As early as March, Protocol reported on the dangers of Locate X. The deal with Babel Street “allows investigators to draw a digital fence around an address or area, pinpoint mobile devices that were within that area, and see where else those devices have traveled, going back months.”

Despite statements that claim these services collect large swaths of anonymous data, it’s possible to identify individual users. While the terms of use for Locate X states the data is “used for internal research purposes only,” it would be hard to believe the Secret Service is only interested in anonymous research.

Young players walk through the city centre of Hanover while holding their smartphones and playing “Pokemon Go” on July 15, 2016 in Hanover, Germany.Photo by Alexander Koerner/Getty Images

Besides, the Secret Service is not Babel Street’s only client. Others include the Immigration and Customs Enforcement, the Customs and Border Protection, the Coast Guard, the Drug Enforcement Administration, and others.

The Secret Service has apparently used Locate X to identify credit card skimming thieves. According to former employees of location-based companies that provide data to Babel Street, “the sale of personal location data from commercial firms to the government is more widespread and has been going on longer than previously known.”

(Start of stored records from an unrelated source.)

"""Acquisition: patterns are found, also through many errors, and nothing else ever is.

The ordinary tests are a sample; `pytest -m campaign` runs the full counts.
"""

from __future__ import annotations

import sys
import time
from collections.abc import Iterator
from math import gcd
from pathlib import Path

import numpy as np
import pytest

from harness.signal.acquire import Acquirer
from harness.signal.bits import unpack
from harness.signal.evidence import has_a_rhythm, log_chance, log_limit, most_mismatches
from harness.signal.patterns import Pattern, PatternError, known_patterns, parse_pattern

REGISTERS = [row.name + suffix for row in known_patterns() for suffix in ("", "-reversed")]
WORDS = ["word:1010", "word:0xA5", "word:1110", "word:0x137F", "word:0x123456789ABCDEF", "taps:2,3"]
SOURCES = ["bernoulli:0.4", "bernoulli:0.1"]
EVERY = [*REGISTERS, *WORDS, *SOURCES]


def received(pattern: Pattern, place: int, count: int, ber: float, inverted: bool, rng) -> np.ndarray:
    errors = (rng.random(count) < ber).astype(np.uint8)
    return pattern.bits(place, count) ^ errors ^ np.uint8(inverted)


def is_right(pattern: Pattern, found, place: int, inverted: bool) -> bool:
    """The right place and polarity, or ones that cannot be told from them."""
    here = pattern.bits(found.place, 400) ^ np.uint8(found.inverted)
    return np.array_equal(here, pattern.bits(place, 400) ^ np.uint8(inverted))


def trials(name: str, count: int, bits: int, ber: float, seed: int) -> tuple[int, int, float]:
    """How many were found, how many of them wrongly, and the median time of one in seconds."""
    pattern = parse_pattern(name)
    acquirer = Acquirer(pattern)
    rng = np.random.default_rng(seed)
    hits = wrong = 0
    times = []
    for _ in range(count):
        place = int(rng.integers(pattern.period or 10**6))
        inverted = bool(rng.integers(2))
        stream = received(pattern, place, bits, ber, inverted, rng)
        began = time.perf_counter()
        found = acquirer.search(stream, near=place + int(rng.integers(-(10**5), 10**5)))
        times.append(time.perf_counter() - began)
        if found is not None:
            hits += 1
            wrong += not is_right(pattern, found, place, inverted)
    return hits, wrong, float(np.median(times))


@pytest.mark.parametrize("name", REGISTERS)
def test_registers_are_found_in_8192_bits_at_ber_0_3(name):
    hits, wrong, _ = trials(name, 25, 8192, 0.3, seed=1)
    assert (hits, wrong) == (25, 0)


@pytest.mark.campaign
@pytest.mark.parametrize("name", REGISTERS)
def test_registers_are_found_999_times_of_1000_in_8192_bits_at_ber_0_3(name):
    hits, wrong, _ = trials(name, 1000, 8192, 0.3, seed=2)
    assert hits >= 999
    assert wrong == 0


@pytest.mark.parametrize("name", [*REGISTERS, "word:1010", "word:0xA5", "bernoulli:0.5"])
@pytest.mark.parametrize(("bits", "ber"), [(256, 0.0), (512, 0.02), (1024, 0.1), (2048, 0.2)])
def test_few_errors_need_few_bits(name, bits, ber):
    hits, wrong, _ = trials(name, 12, bits, ber, seed=3)
    assert hits >= 9  # of 12: at 256 bits the shares of ONEs on the fresh ones may weaken the evidence
    assert wrong == 0


@pytest.mark.parametrize("name", ["PRBS7", "PRBS15", "PRBS20", "PRBS31-reversed"])
def test_ber_of_0_42_is_found_in_65536_bits(name):
    assert trials(name, 3, 65_536, 0.42, seed=4)[:2] == (3, 0)


@pytest.mark.parametrize("name", WORDS)
def test_words_are_found_at_ber_0_3(name):
    hits, wrong, _ = trials(name, 20, 8192, 0.3, seed=5)
    assert hits >= 18
    assert wrong == 0


@pytest.mark.parametrize("name", ["PRBS15", "PRBS23", "QRSS", "word:0x137F"])
def test_what_is_found_is_said_as_it_is(name):
    pattern = parse_pattern(name)
    rng = np.random.default_rng(6)
    stream = received(pattern, 12345, 4096, 0.05, True, rng)
    found = Acquirer(pattern).search(stream)
    assert found is not None
    assert found.place == 12345 % pattern.period
    assert found.inverted
    assert found.found_on + found.verified_on == 4096
    fresh = stream[found.found_on :]
    expected = 1 - pattern.bits(12345 + found.found_on, found.verified_on)
    assert found.mismatches == int(np.count_nonzero(fresh != expected)) > 0
    assert found.log_chance < np.log(1e-12)


def test_polarity_is_relative_to_the_pattern_given():
    stream = parse_pattern("PRBS23").bits(999, 4096)
    assert not Acquirer(parse_pattern("PRBS23")).search(stream).inverted
    found = Acquirer(parse_pattern("PRBS23-inverted")).search(stream)
    assert found.inverted
    assert found.place == 999


def test_a_word_that_is_its_own_complement_is_not_called_inverted():
    for start in range(4):
        found = Acquirer(parse_pattern("word:1010")).search(parse_pattern("word:1010").bits(start, 512))
        assert not found.inverted
        assert found.place == start % 2


@pytest.mark.parametrize("cut", [100, 2000, 3500])
def test_the_place_after_a_slip_in_the_stretch_is_found_from_what_follows_it(cut):
    """The fresh bits lie after the slip, so only the later place can be accepted."""
    pattern = parse_pattern("PRBS31")
    stream = np.concatenate([pattern.bits(50_000, cut), pattern.bits(50_000 + cut + 13, 8192 - cut)])
    found = Acquirer(pattern).search(stream)
    assert found is not None
    assert found.place == 50_013


def test_bursts_do_not_hide_a_short_word():
    """Bursts of a dozen bits raise the spectrum of mismatches broadly: that is no other word's rhythm."""
    rng = np.random.default_rng(7)
    pattern = parse_pattern("word:0xA5")
    for _ in range(20):
        wrong = np.zeros(8192, dtype=np.uint8)
        for start in rng.integers(0, 8150, 120):
            wrong[start : start + 24] ^= rng.integers(0, 2, 24).astype(np.uint8)[: len(wrong) - start]
        found = Acquirer(pattern).search(pattern.bits(3, 8192) ^ wrong)
        assert found is not None
        assert found.place == 3


def test_a_rhythm_is_seen_in_periodic_mismatches_and_not_in_independent_ones():
    rng = np.random.default_rng(8)
    for ber in (0.06, 0.2, 0.4):
        assert not any(has_a_rhythm(rng.random(8192) < ber) for _ in range(20))
    for period in (3, 8, 10, 33, 100):
        word = rng.random(period) < 0.3
        word[0], word[1] = True, False
        assert has_a_rhythm(np.resize(word, 8192) ^ (rng.random(8192) < 0.1))


@pytest.mark.parametrize("name", ["word:1", "word:0", "word:0xFF", "bernoulli:0", "bernoulli:1"])
def test_constant_patterns_cannot_be_looked_for(name):
    with pytest.raises(PatternError, match="dead line"):
        Acquirer(parse_pattern(name))


@pytest.mark.parametrize("name", EVERY)
@pytest.mark.parametrize("count", [0, 1, 7, 40, 79, 80, 81, 127])
def test_short_stretches_are_not_enough_or_right(name, count):
    pattern = parse_pattern(name)
    found = Acquirer(pattern).search(pattern.bits(77, count))
    assert found is None or is_right(pattern, found, 77, False)


def test_log_chance_bounds_the_binomial_tail():
    """Exact sums of 40 to 2 048 coin flips; the bound is never under them and within a factor of 60."""
    from math import comb, log

    for n in (40, 200, 2048):
        total = 0
        for k in range(n // 2):
            total += comb(n, k)
            exact = log(total) - n * log(2)
            assert exact <= log_chance(n, k) + 1e-9
            assert log_chance(n, k) <= exact + log(60)
    # The rule for 2 048 fresh bits, as a whole search of 80 candidates in 10 000 searches at 1e-12.
    most = most_mismatches(2048, log_limit(1e-12))
    tail = sum(comb(2048, k) for k in range(most + 1)) / 2**2048
    assert tail * 80 * 10_000 <= 1e-12
    assert most >= 798


def test_most_mismatches_is_the_last_that_suffices():
    for n in (10, 64, 100, 1000):
        for limit in (-1.0, -20.0, -41.0):
            most = most_mismatches(n, limit)
            assert all(log_chance(n, k) <= limit for k in range(most + 1))
            assert log_chance(n, most + 1) > limit


# --- what is no pattern -------------------------------------------------------------------------------------


def python_text() -> bytes:
    """Readable text of this machine: the standard library's sources."""
    library = Path(sys.modules["os"].__file__).parent
    return b"".join(path.read_bytes() for path in sorted(library.glob("*.py"))[:60])


def executable() -> bytes:
    return Path(sys.executable).resolve().read_bytes()[:4_000_000]


def words_of_every_length(rng, count: int) -> Iterator[tuple[str, np.ndarray, np.ndarray | None]]:
    periods = [row.period for row in known_patterns() if row.period <= count]
    lengths = [*range(2, 70), 73, 89, 96, 100, 120, 150, 151, 200, 217, 255, 256, 341, 400, 500, 600, 1000]
    lengths += [4095, 4096, 4681, 6000]
    lengths += [p // k + d for p in periods for k in (1, 2, 3) for d in (-1, 0, 1)]
    lengths += [k * p for p in periods for k in (2, 3, 4, 8)]
    for length in sorted({length for length in lengths if 2 <= length <= count}):
        word = rng.integers(0, 2, length).astype(np.uint8)
        yield f"word of {length}", np.resize(word, count), word
        noisy = np.resize(word, count) ^ (rng.random(count) < 0.05)
        yield f"word of {length} with errors", noisy.astype(np.uint8), word
    for period in periods:
        for _ in range(3):
            word = rng.integers(0, 2, period).astype(np.uint8)
            yield f"random word of the period {period}", np.resize(word, count), word


def structured_streams(rng, count: int) -> Iterator[tuple[str, np.ndarray, np.ndarray | None]]:
    """Name, stream, and the word that it repeats, if it does."""
    size = count // 8
    yield "silence", np.zeros(count, np.uint8), np.zeros(1, np.uint8)
    yield "all ONEs", np.ones(count, np.uint8), np.ones(1, np.uint8)
    for share in (1e-3, 3e-3, 0.01, 0.03, 0.05, 0.1, 0.2, 0.3, 0.4, 0.45, 0.55, 0.7, 0.9, 0.97, 0.99, 0.999):
        yield f"share {share}", (rng.random(count) < share).astype(np.uint8), None
    single = np.zeros(count, np.uint8)
    single[count // 2] = 1
    yield "a single ONE", single, None
    yield from words_of_every_length(rng, count)
    texts, binaries = python_text(), executable()
    for order in ("lsb", "msb"):
        for label, source in (("text", texts), ("executable", binaries)):
            for start in rng.integers(0, len(source) - size, 20).tolist():
                yield f"{label}, {order}", unpack(source[start : start + size], order), None
        for width in (48, 64, 100, 127, 128, 200, 256):
            y, x = np.mgrid[0 : size // width + 1, 0:width]
            noise = rng.integers(0, 4, x.shape)
            picture = (x * 3 + y * 2 + noise).astype(np.uint8).ravel()[:size]
            yield f"picture {width} wide, {order}", unpack(picture, order), None
            disc = np.where((x - width / 2) ** 2 + (y - 20) ** 2 < 300, 255, 0).astype(np.uint8)
            yield f"drawing {width} wide, {order}", unpack(disc.ravel()[:size], order), None
        wave = (127 + 120 * np.sin(np.arange(size) / 7.3)).astype(np.uint8)
        yield f"sine samples, {order}", unpack(wave, order), None
        yield f"counter, {order}", unpack((np.arange(size) % 256).astype(np.uint8), order), None
        two = np.arange(size // 2 + 1, dtype=">u2").view(np.uint8)[:size]
        yield f"two-byte counter, {order}", unpack(two, order), None
    half = rng.integers(0, 2, count // 2 + 1).astype(np.uint8)
    yield "Manchester code", np.stack([half, 1 - half], axis=1).ravel()[:count], None
    for run in (4, 8, 32, 128):
        yield (
            f"runs of {run}",
            np.repeat(rng.integers(0, 2, count // run + 1), run)[:count].astype("u1"),
            None,
        )
    frames = np.ones((count // 10 + 1, 10), np.uint8)
    frames[:, 0] = 0
    frames[:, 1:9] = rng.integers(0, 2, (len(frames), 8))
    yield "start and stop bits", frames.ravel()[:count], None


def repeats(pattern: Pattern, word: np.ndarray | None) -> bool:
    """Whether a repeated word is the pattern, in either polarity, or was so before a few errors."""
    if word is None or pattern.period is None:
        return False
    length = len(word) * pattern.period // gcd(len(word), pattern.period)
    if length > 1 << 20:
        return False
    stream = np.resize(word, length + 64)
    for inverted in (False, True):
        for place in range(min(pattern.period, 70)):
            if np.array_equal(pattern.bits(place, len(stream)) ^ np.uint8(inverted), stream):
                return True
    return False


def false_alignments(names: list[str], counts: tuple[int, ...], seed: int) -> tuple[list[str], int]:
    wrong = []
    streams = 0
    for count in counts:
        made = list(structured_streams(np.random.default_rng(seed), count))
        streams = len(made)
        for name in names:
            pattern = parse_pattern(name)
            acquirer = Acquirer(pattern)
            for label, stream, word in made:
                if acquirer.search(stream) is not None and not repeats(pattern, word):
                    wrong.append(f"{name} in {label}, {count} bits")
    return wrong, streams


@pytest.mark.parametrize("name", ["PRBS7", "PRBS9-reversed", "PRBS13", "PRBS31", "QRSS", *WORDS])
def test_structured_streams_are_never_aligned_to(name):
    wrong, streams = false_alignments([name], (2048,), seed=10)
    assert streams >= 300
    assert wrong == []


@pytest.mark.campaign
@pytest.mark.parametrize("name", EVERY)
def test_structured_streams_are_never_aligned_to_at_any_length(name):
    wrong, streams = false_alignments([name], (256, 512, 1024, 2048, 8192, 16_384), seed=11)
    assert streams >= 300
    assert wrong == []


@pytest.mark.parametrize("name", ["PRBS7", "PRBS15", "PRBS20", "PRBS31", "word:1010", "bernoulli:0.4"])
def test_noise_is_never_aligned_to(name):
    acquirer = Acquirer(parse_pattern(name))
    rng = np.random.default_rng(12)
    for _ in range(60):
        assert acquirer.search(rng.integers(0, 2, int(rng.choice([128, 512, 2048]))).astype("u1")) is None


@pytest.mark.parametrize("name", ["bernoulli:0.02", "bernoulli:0.9", "word:0xFE"])
def test_few_ones_in_pattern_and_stream_are_no_evidence(name):
    """A dead line agrees with 98 of 100 bits of a source with 2 % ONEs; so does noise with as few of them."""
    acquirer = Acquirer(parse_pattern(name))
    rng = np.random.default_rng(15)
    for share in (0, 0.001, 0.02, 0.1, 0.9, 0.98, 1):
        assert acquirer.search((rng.random(4096) < share).astype(np.uint8)) is None


@pytest.mark.campaign
def test_no_pattern_is_found_in_a_hundred_thousand_random_stretches():
    """1e5 stretches in all, shared among the patterns and four lengths."""
    rng = np.random.default_rng(13)
    stretches = 0
    for name in EVERY:
        acquirer = Acquirer(parse_pattern(name))
        for _ in range(100_000 // (4 * len(EVERY)) + 1):
            for count in (512, 1024, 2048, 8192):
                assert acquirer.search(rng.integers(0, 2, count, dtype=np.uint8)) is None
                stretches += 1
    assert stretches >= 100_000


def test_a_text_is_not_taken_for_another_text():
    texts = python_text()
    pattern = parse_pattern("file:a", read=lambda _: texts[:40_000])
    acquirer = Acquirer(pattern)
    for start in range(50_000, 500_000, 30_000):
        assert acquirer.search(unpack(texts[start : start + 1024], "lsb")) is None
    rng = np.random.default_rng(14)
    for start in (0, 1234, 39_000):
        stream = pattern.bits(8 * start + 3, 8192) ^ (rng.random(8192) < 0.1)
        assert acquirer.search(stream.astype("u1")).place == 8 * start + 3


def test_a_source_is_found_within_its_reach_of_the_place_asked_for():
    pattern = parse_pattern("bernoulli:0.5:3")
    acquirer = Acquirer(pattern)
    stream = pattern.bits(50_000_000, 2048)
    assert acquirer.search(stream) is None
    assert acquirer.search(stream, near=50_250_000).place == 50_000_000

In 1985, Neil Postman wrote about Orwell’s “1984” prophecy coming and going. In “Amusing Ourselves to Death,” the cultural critic noted that Orwell got a lot right, but with “Brave New World,” Aldous Huxley may have been the real winner when it comes to understanding the future.

“What Orwell feared were those who would ban books. What Huxley feared was that there would be no reason to ban a book, for there would be no one who wanted to read one. Orwell feared those who would deprive us of information. Huxley feared those who would give us so much that we would be reduced to passivity and egoism. Orwell feared that the truth would be concealed from us. Huxley feared the truth would be drowned in a sea of irrelevance. Orwell feared we would become a captive culture. Huxley feared we would become a trivial culture.”

There’s no need for a secret government plot to microchip us. Tech companies sold chips that we willingly bought; governments are simply purchasing the rights to locate them. That’s not a conspiracy. We’re staring straight into the truth every single day.